What is required -> Transcribe exactly everything in the data below from the line containing "const rows = await" down to the line containing "function partOf(given: Given, predicted: readonly", both lines included and nothing further.

Provided information ->
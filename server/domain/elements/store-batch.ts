import { sql } from 'drizzle-orm'
import type { Batch, JsonBytes } from '~~/server/workers/tasks/batch'
import { recordAudits } from '../audit'
import type { Deps } from '../context'

/** The driver sends a buffer as it is, which is how the database itself writes JSON. */
const jsonParameter = (json: JsonBytes): Buffer => Buffer.from(json.buffer, json.byteOffset, json.byteLength)

export interface Stored { accepted: number, alreadyHeld: number }

/** Why a set that nobody wanted is refused; such a one comes back when it turns out to be somebody's. */
export const droppedReason = 'dropped'

/**
 * Stores one batch of an upload inside the caller's transaction, by one statement: what is held already is left as it is
 * and noted as brought again. A held set that nobody claimed is given to the spacecraft that it matches by now.
 */
export async function storeBatch(deps: Deps, uploadId: string, batch: Batch): Promise<Stored> {
  const { db, now } = deps
  const { rows: [counts] } = batch.setCount === 0
    ? { rows: [] }
    : await db.execute<{ accepted: number, again: number }>(sql`
        WITH given AS MATERIALIZED (
          SELECT * FROM json_to_recordset(${jsonParameter(batch.sets)}::json) AS r("spacecraftId" uuid, name text, "catalogueNumber" text, designator text, epoch timestamptz,
            "epochUtcUs" bigint, elements jsonb, "originalText" text, line integer, sha256 text, "contentSha256" text, warnings jsonb, "matchWarning" jsonb)
        ), fresh AS (
          INSERT INTO element_sets (upload_id, spacecraft_id, name, catalogue_number, designator, epoch, epoch_utc_us, elements, original_text, line_number, sha256, content_sha256, warnings, created_at)
          SELECT ${uploadId}::uuid, "spacecraftId", name, "catalogueNumber", designator, epoch, "epochUtcUs", elements, "originalText", line, sha256, "contentSha256", warnings, ${now.toISOString()}::timestamptz
          FROM given ORDER BY "contentSha256"
          ON CONFLICT (content_sha256) DO NOTHING RETURNING content_sha256
        ), again AS (
          INSERT INTO element_upload_held (upload_id, line, element_set_id)
          SELECT ${uploadId}::uuid, given.line, held.id FROM given JOIN element_sets AS held ON held.content_sha256 = given."contentSha256"
          RETURNING line
        ), told AS (
          INSERT INTO element_upload_notes (upload_id, kind, line, name, code, message)
          SELECT ${uploadId}::uuid, 'warning', given.line, w.name, w.code, w.message
          FROM given JOIN fresh ON fresh.content_sha256 = given."contentSha256", jsonb_to_record(given."matchWarning") AS w(name text, code text, message text)
          WHERE given."matchWarning" IS NOT NULL
        )
        SELECT (SELECT count(*)::integer FROM fresh) AS accepted, (SELECT count(*)::integer FROM again) AS again`)
  if (batch.noteCount > 0) await storeNotes(deps, uploadId, batch.notes)
  const [accepted, alreadyHeld] = [counts?.accepted ?? 0, counts?.again ?? 0]
  if (alreadyHeld > 0 && batch.matchedCount > 0) await claimHeld(deps, batch.matched)
  return { accepted, alreadyHeld }
}

/** Stores lines of a report: JSON of `{ kind, line, name?, code, message }`. */
export async function storeNotes({ db }: Pick<Deps, 'db'>, uploadId: string, notes: JsonBytes): Promise<void> {
  await db.execute(sql`
    INSERT INTO element_upload_notes (upload_id, kind, line, name, code, message)
    SELECT ${uploadId}::uuid, kind, line, name, code, message FROM json_to_recordset(${jsonParameter(notes)}::json) AS r(kind text, line integer, name text, code text, message text)`)
}

async function claimHeld(deps: Deps, matched: JsonBytes): Promise<void> {
  const { rows } = await deps.db.execute<{ id: string, spacecraftId: string }>(sql`
    WITH wanted AS (
      SELECT held.id, r."spacecraftId" FROM json_to_recordset(${jsonParameter(matched)}::json) AS r("contentSha256" text, "spacecraftId" uuid)
      JOIN element_sets AS held ON held.content_sha256 = r."contentSha256"
      WHERE held.spacecraft_id IS NULL AND (held.state = 'waiting' OR (held.state = 'refused' AND held.reason = ${droppedReason}))
      ORDER BY held.id FOR UPDATE OF held
    )
    UPDATE element_sets AS held SET spacecraft_id = wanted."spacecraftId", state = 'waiting', kept_at = NULL, decided_at = NULL, decided_by = NULL, reason = NULL
    FROM wanted WHERE held.id = wanted.id RETURNING held.id, held.spacecraft_id AS "spacecraftId"`)
  await recordAudits(deps, rows.map(({ id, spacecraftId }) => ({ action: 'element-set.assign', entityKind: 'element-set', entityId: id, before: { spacecraftId: null }, after: { spacecraftId } })))
}
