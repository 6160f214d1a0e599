import { setTimeout as wait } from 'node:timers/promises'
import { and, eq, getTableColumns, inArray, sql } from 'drizzle-orm'
import type { ElementReading, LineNote } from '#shared/formats/elements/read-elements'
import { readElements } from '#shared/formats/elements/read-elements'
import type { Db } from '~~/server/database/client'
import { elementUploads } from '~~/server/database/schema'
import { runTask } from '~~/server/workers/pool'
import { recordAudit } from '../audit'
import type { Deps } from '../context'
import { DomainError } from '../errors'
import { storableNote, storableText } from './storable-text'
import { storeSets } from './store-sets'

/** Up to this size an upload is read while its sender waits. */
export const readAtOnceBytes = 1024 * 1024

export type UploadOutcome =
  | { kind: 'finished' }
  | { kind: 'refused', detail: string, errors: readonly LineNote[] }
  /** Another server, or another call, has it in hand or has finished it. */
  | { kind: 'elsewhere' }

const { original: _original, refusals: _refusals, warnings: _warnings, ...brief } = getTableColumns(elementUploads)
/** An upload in brief: without its report, and without its original, which may be 50 MB. */
export const briefColumns = brief

const unread = ['receiving', 'reading'] as const

/** Bytes read so far of the uploads that this process has in hand. */
const progress = new Map<string, number>()
export const readBytesOf = (uploadId: string): number => progress.get(uploadId) ?? 0

/** One upload is stored at a time, here and on all servers: two of the same sets would wait for each other past a statement's time limit. */
let last: Promise<unknown> = Promise.resolve()
function afterTheOthers<T>(act: () => Promise<T>): Promise<T> {
  const mine = last.then(act, act)
  last = mine.catch(() => {})
  return mine
}

const turnPauseMs = 250
const turnPatienceMs = 120_000

async function takeTurn(tx: Db): Promise<boolean> {
  const { rows } = await tx.execute<{ free: boolean }>(sql`SELECT pg_try_advisory_xact_lock(hashtext('store-element-sets')) AS free`)
  return rows[0]!.free
}

/** Comes back until it is this upload's turn; nobody holds a connection meanwhile. */
async function whenFree<T>(act: () => Promise<T | null>): Promise<T> {
  for (let waitedMs = 0; waitedMs < turnPatienceMs; waitedMs += turnPauseMs) {
    const done = await act()
    if (done !== null) return done
    await wait(turnPauseMs)
  }
  throw new DomainError('unavailable', 'Another server is storing element sets: try again in a minute.', [], 60)
}

/** Reads what was sent: a large file in a worker thread, so that requests are answered meanwhile. */
export async function readOriginal(original: Uint8Array, nowMs: number): Promise<ElementReading> {
  return original.length <= readAtOnceBytes ? readElements(original, { nowMs }) : runTask('read-elements', { original, nowMs })
}

/**
 * Reads a received upload and stores all its sets, or none, in one transaction with its report and its row of the
 * trail. A file that is refused whole ends as `failed`; its original stays. May be called again after a crash.
 * `held` is the original where the caller has it still.
 */
export async function readUpload(deps: Deps, uploadId: string, held?: Buffer): Promise<UploadOutcome> {
  const original = held ?? (await deps.db.select({ original: elementUploads.original }).from(elementUploads).where(eq(elementUploads.id, uploadId)))[0]?.original
  if (!original) return { kind: 'elsewhere' }
  const reading = await readOriginal(original, deps.now.getTime())
  try {
    return await afterTheOthers(() => whenFree(() => deps.db.transaction(async (tx) => {
      const inner = { ...deps, db: tx }
      if (!await takeTurn(tx)) return null
      const [mine] = await tx.select({ id: elementUploads.id }).from(elementUploads)
        .where(and(eq(elementUploads.id, uploadId), inArray(elementUploads.state, unread))).for('update', { skipLocked: true })
      if (!mine) return { kind: 'elsewhere' }
      if (reading.kind === 'refused') return refuseWhole(inner, uploadId, reading)
      const stored = await storeSets(inner, uploadId, reading.sets, (share) => { progress.set(uploadId, Math.round(share * original.length)) })
      await finish(inner, uploadId, {
        state: 'finished',
        format: reading.format,
        accepted: stored.accepted,
        alreadyHeld: stored.alreadyHeld,
        refused: reading.refusals.length,
        refusals: reading.refusals.map(storableNote),
        warnings: [...reading.warnings.map(storableNote), ...stored.warnings].sort((a, b) => a.line - b.line),
      })
      return { kind: 'finished' }
    })))
  }
  finally {
    progress.delete(uploadId)
  }
}

async function refuseWhole(deps: Deps, uploadId: string, { detail, errors }: Extract<ElementReading, { kind: 'refused' }>): Promise<UploadOutcome> {
  await finish(deps, uploadId, { state: 'failed', refused: errors.length, refusals: errors.map(storableNote), detail: storableText(detail) })
  return { kind: 'refused', detail, errors }
}

async function finish(deps: Deps, uploadId: string, values: Partial<typeof elementUploads.$inferInsert>): Promise<void> {
  const [row] = await deps.db.update(elementUploads).set(values).where(eq(elementUploads.id, uploadId)).returning(briefColumns)
  const { sha256, totalBytes, fileName, source, state, format, accepted, alreadyHeld, refused } = row!
  await recordAudit(deps, { action: 'element-sets.upload', entityKind: 'element-upload', entityId: uploadId, after: { state, source, fileName, format, totalBytes, sha256, accepted, alreadyHeld, refused } })
}

/** Marks an upload whose storing broke off: nothing of it was kept but its original. */
export async function markBroken(db: Db, uploadId: string): Promise<void> {
  await db.update(elementUploads).set({ state: 'failed', detail: 'The server could not store this file; nothing of it was kept. Upload it again.' })
    .where(and(eq(elementUploads.id, uploadId), inArray(elementUploads.state, unread)))
}
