import { and, asc, eq, isNull } from 'drizzle-orm'
import type { PreviewOut } from '#shared/schemas/elements'
import { stateAfterRecomputation, supersedeShare } from '#shared/table-life'
import { links, stations } from '~~/server/database/schema'
import { runTask } from '~~/server/workers/pool'
import type { PreviewedPass, PreviewedTable } from '~~/server/workers/tasks/preview-station'
import type { Deps } from '../context'
import type { PairInputs } from '../prediction/load-inputs'
import { loadInputs } from '../prediction/load-inputs'
import type { KnownPass, KnownTable } from '../prediction/load-known'
import { loadKnown } from '../prediction/load-known'
import { windowStart, workerInputOf } from '../prediction/worker-input'
import { effectsOfSet } from './effects-of-set'
import { findSet, requireSpacecraft } from './use-element-set'

/** Drafts further ahead are computed anew long before anybody decides on them. */
const DRAFTS_AHEAD_MS = 48 * 3_600_000

/** What one station contributes. */
type Part = Pick<PreviewOut, 'published' | 'drafts' | 'looked'>

/**
 * What would become of tables if this set were put into use now: predicted as it would be, station by station, and held
 * against what is known, with nothing written: all that is published, and drafts of the next 48 h. For a set that is or was in use: what it did.
 */
export async function previewSet({ db, now }: Pick<Deps, 'db' | 'now'>, { id, asOf }: { id: string, asOf?: PreviewOut['asOf'] }): Promise<PreviewOut> {
  const set = await findSet(db, id)
  const was = set.state === 'in-use' || set.state === 'past'
  if ((asOf ?? (was ? 'after' : 'before')) === 'after') return effectsOfSet({ db }, { id })
  const spacecraftId = requireSpacecraft(set)
  const rows = await db.select({ id: stations.id }).from(stations).where(isNull(stations.retiredAt)).orderBy(asc(stations.name), asc(stations.id))
  // What was made for links that are retired is none of this set's doing.
  const linkNames = new Map((await db.select({ id: links.id, name: links.name }).from(links).where(and(eq(links.spacecraftId, spacecraftId), isNull(links.retiredAt)))).map(link => [link.id, link.name]))
  const parts = await Promise.all(rows.map(async (station) => {
    const pair = { spacecraftId, stationId: station.id }
    const inputs = await loadInputs({ db, now }, pair, id)
    const known = await loadKnown({ db }, pair, windowStart(now))
    const ahead = known.filter(pass => pass.aos > now)
    const draftsUntil = new Date(now.getTime() + DRAFTS_AHEAD_MS)
    const given = { inputs, linkNames, known: ahead, draftsUntil }
    if (!inputs.set || inputs.stopped) return partOf(given, [])
    return partOf(given, await runTask('preview-station', { ...workerInputOf({ ...inputs, set: inputs.set }, known, now), draftsUntilMs: draftsUntil.getTime() }))
  }))
  const byAos = (a: { aos: string }, b: { aos: string }) => a.aos < b.aos ? -1 : 1
  const sum = (of: (part: Part) => number) => parts.reduce((total, part) => total + of(part), 0)
  return {
    setId: id,
    asOf: 'before',
    published: parts.flatMap(part => part.published).sort(byAos),
    drafts: parts.flatMap(part => part.drafts).sort(byAos),
    looked: { published: sum(p => p.looked.published), drafts: sum(p => p.looked.drafts), passesGone: sum(p => p.looked.passesGone), passesNew: sum(p => p.looked.passesNew) },
  }
}

interface Given { readonly inputs: PairInputs, readonly linkNames: ReadonlyMap<string, string>, readonly known: readonly KnownPass[], readonly draftsUntil: Date }

function partOf(given: Given, predicted: readonly PreviewedPass[]): Part {
  const part: Part = { published: [], drafts: [], looked: { published: 0, drafts: 0, passesGone: 0, passesNew: predicted.filter(pass => !pass.knownId && !pass.untouched).length } }
  for (const pass of given.known) {
    const now = predicted.find(candidate => candidate.knownId === pass.id)
    if (now?.untouched || (!now && pass.gone)) continue
    if (!now) part.looked.passesGone++
    for (const table of pass.tables) lookAt(part, given, pass, table, now?.tables.find(({ linkId }) => linkId === table.linkId) ?? null, now !== undefined)
  }
  return part
}

function lookAt(part: Part, { inputs, linkNames, draftsUntil }: Given, pass: KnownPass, table: KnownTable, predicted: PreviewedTable | null, isPredicted: boolean): void {
  const linkName = linkNames.get(table.linkId)
  if (linkName === undefined) return
  const named = { tableId: table.id, passId: pass.id, stationName: inputs.station.name, linkName, aos: pass.aos.toISOString() }
  const gone = whyGone(inputs, table, predicted, isPredicted)
  const { out, open } = table
  if (out) {
    part.looked.published++
    const recheck = predicted?.recheck ?? null
    const movesByHz = recheck && Math.abs(recheck.worstResidualHz - out.worstResidualHz)
    if (gone || recheck) {
      part.published.push({
        ...named, revision: out.number, verdictBefore: out.verdict, verdictAfter: recheck?.verdict ?? null, gone,
        supersedes: recheck?.moved ?? false, movesByHz, limitHz: recheck && supersedeShare * recheck.allowanceHz, reason: null,
      })
    }
  }
  if (open && pass.aos <= draftsUntil) {
    part.looked.drafts++
    const after = predicted?.planned?.verdict ?? null
    if (gone || (after && after !== open.verdict)) {
      const state = open.state as 'drafted' | 'approved' | 'held'
      part.drafts.push({ ...named, revision: open.number, verdictBefore: open.verdict, verdictAfter: after, gone, state, returnsToDraft: after !== null && stateAfterRecomputation(state, open.verdict, after) !== state })
    }
  }
}

function whyGone(inputs: PairInputs, table: KnownTable, predicted: PreviewedTable | null, isPredicted: boolean): string | null {
  if (!isPredicted) return 'The pass is no longer predicted.'
  if (predicted?.kind === 'not-workable') return 'The pass no longer rises above the link’s minimum elevation.'
  return inputs.unserved.get(table.linkId) ?? null
}
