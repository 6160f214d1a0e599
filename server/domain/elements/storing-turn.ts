import { setTimeout as wait } from 'node:timers/promises'
import { sql } from 'drizzle-orm'
import type { Db } from '~~/server/database/client'
import { DomainError } from '../errors'

const turnPauseMs = 250
const turnPatienceMs = 120_000

let last: Promise<unknown> = Promise.resolve()
function afterTheOthers<T>(act: () => Promise<T>): Promise<T> {
  const mine = last.then(act, act)
  last = mine.catch(() => {})
  return mine
}

/** Whether a lock that ends with the transaction could be had at once. */
export async function takeLock(tx: Pick<Db, 'execute'>, name: string): Promise<boolean> {
  const { rows } = await tx.execute<{ free: boolean }>(sql`SELECT pg_try_advisory_xact_lock(hashtextextended(${name}, 0)) AS free`)
  return rows[0]!.free
}

/**
 * Runs a transaction that stores element sets when it is its turn: one at a time, here and on all servers, since two of
 * the same sets would wait for each other past a statement's time limit. Nobody holds a connection while waiting.
 */
export function inTurn<T>(db: Db, store: (tx: Db) => Promise<T>): Promise<T> {
  return afterTheOthers(async () => {
    for (let waitedMs = 0; waitedMs < turnPatienceMs; waitedMs += turnPauseMs) {
      const done = await db.transaction(async tx => await takeLock(tx, 'store-element-sets') ? { value: await store(tx) } : null)
      if (done) return done.value
      await wait(turnPauseMs)
    }
    throw new DomainError('unavailable', 'Another server is storing element sets: try again in a minute.', [], 60)
  })
}
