import { describe, expect, it } from 'vitest';
import { expectSound, onPage } from '../fixtures/sound';
import { paintText } from '../../src/lib/text/en/paint';
import { whereText } from '../../src/lib/text/en/where';

describe('where the stamps sit', () => {
	it('is opened from a reading, and a number in the drawing leads to its words', async () => {
		await onPage('/?kind=serial&text=124379N504127', async (page) => {
			await page.getByRole('link', { name: 'Where its stamps sit' }).click();
			await page.waitForURL('**/where?maker=chevrolet&year=1969');
			expect(await page.locator('#maker').inputValue()).toBe('chevrolet');
			expect(await page.locator('#year').inputValue()).toBe('1969');
			await expectSound(page, 'where');
			await page.getByRole('link', { name: /^\d+, Cowl/ }).press('Enter');
			expect(await page.locator('li:target').innerText()).toContain('Body tag');
		});
	});

	it('narrows to maker and year without script', async () => {
		await onPage(
			'/where',
			async (page) => {
				await page.locator('#maker').selectOption('ford');
				await page.locator('#year').selectOption('1965');
				await page.getByRole('button', { name: whereText.show }).click();
				const places = page.getByRole('region', { name: /^1965 Ford/ });
				expect(await places.innerText()).toContain('Lock face of the driver’s door');
				expect(await places.innerText()).not.toContain('Lock pillar');
				await page.goto('/where?maker=nobody&year=12');
				expect(await page.locator('[aria-invalid="true"]').count()).toBe(2);
			},
			{ script: false }
		);
	});
});

describe('paint codes', () => {
	it('of a make and year stand with chips, names and their rows', async () => {
		await onPage('/paint', async (page) => {
			await expectSound(page, 'paint-empty');
			await page.locator('#division').selectOption('Plymouth');
			await page.locator('#year').selectOption('1970');
			await page.waitForURL('**/paint?division=Plymouth&year=1970');
			await page.getByText('Tor-Red').first().waitFor();
			await expectSound(page, 'paint');
		});
	});

	it('that are not in the tables are said not to be, without script', async () => {
		await onPage(
			'/paint?division=Lincoln&year=1961',
			async (page) => {
				const main = await page.locator('main').innerText();
				expect(main).toContain(paintText.nothing('Lincoln', 1961));
				await page.goto('/paint?division=Chevrolet&year=1969');
				const orange = page.getByRole('listitem').filter({ hasText: 'Hugger Orange' }).first();
				expect(await orange.innerText()).toContain('Monaco Orange');
				await page.goto('/paint?division=Nobody&year=1970');
				expect(await page.locator('[aria-invalid="true"]').count()).toBe(1);
			},
			{ script: false }
		);
	});
});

Answer to this problem ->
  const rows = await db.select({ id: stations.id }).from(stations).where(isNull(stations.retiredAt)).orderBy(asc(stations.name), asc(stations.id))
  // What was made for links that are retired is none of this set's doing.
  const linkNames = new Map((await db.select({ id: links.id, name: links.name }).from(links).where(and(eq(links.spacecraftId, spacecraftId), isNull(links.retiredAt)))).map(link => [link.id, link.name]))
  const parts = await Promise.all(rows.map(async (station) => {
    const pair = { spacecraftId, stationId: station.id }
    const inputs = await loadInputs({ db, now }, pair, id)
    const known = await loadKnown({ db }, pair, windowStart(now))
    const ahead = known.filter(pass => pass.aos > now)
    const draftsUntil = new Date(now.getTime() + DRAFTS_AHEAD_MS)
    const given = { inputs, linkNames, known: ahead, draftsUntil }
    if (!inputs.set || inputs.stopped) return partOf(given, [])
    return partOf(given, await runTask('preview-station', { ...workerInputOf({ ...inputs, set: inputs.set }, known, now), draftsUntilMs: draftsUntil.getTime() }))
  }))
  const byAos = (a: { aos: string }, b: { aos: string }) => a.aos < b.aos ? -1 : 1
  const sum = (of: (part: Part) => number) => parts.reduce((total, part) => total + of(part), 0)
  return {
    setId: id,
    asOf: 'before',
    published: parts.flatMap(part => part.published).sort(byAos),
    drafts: parts.flatMap(part => part.drafts).sort(byAos),
    looked: { published: sum(p => p.looked.published), drafts: sum(p => p.looked.drafts), passesGone: sum(p => p.looked.passesGone), passesNew: sum(p => p.looked.passesNew) },
  }
}

interface Given { readonly inputs: PairInputs, readonly linkNames: ReadonlyMap<string, string>, readonly known: readonly KnownPass[], readonly draftsUntil: Date }

function partOf(given: Given, predicted: readonly PreviewedPass[]): Part {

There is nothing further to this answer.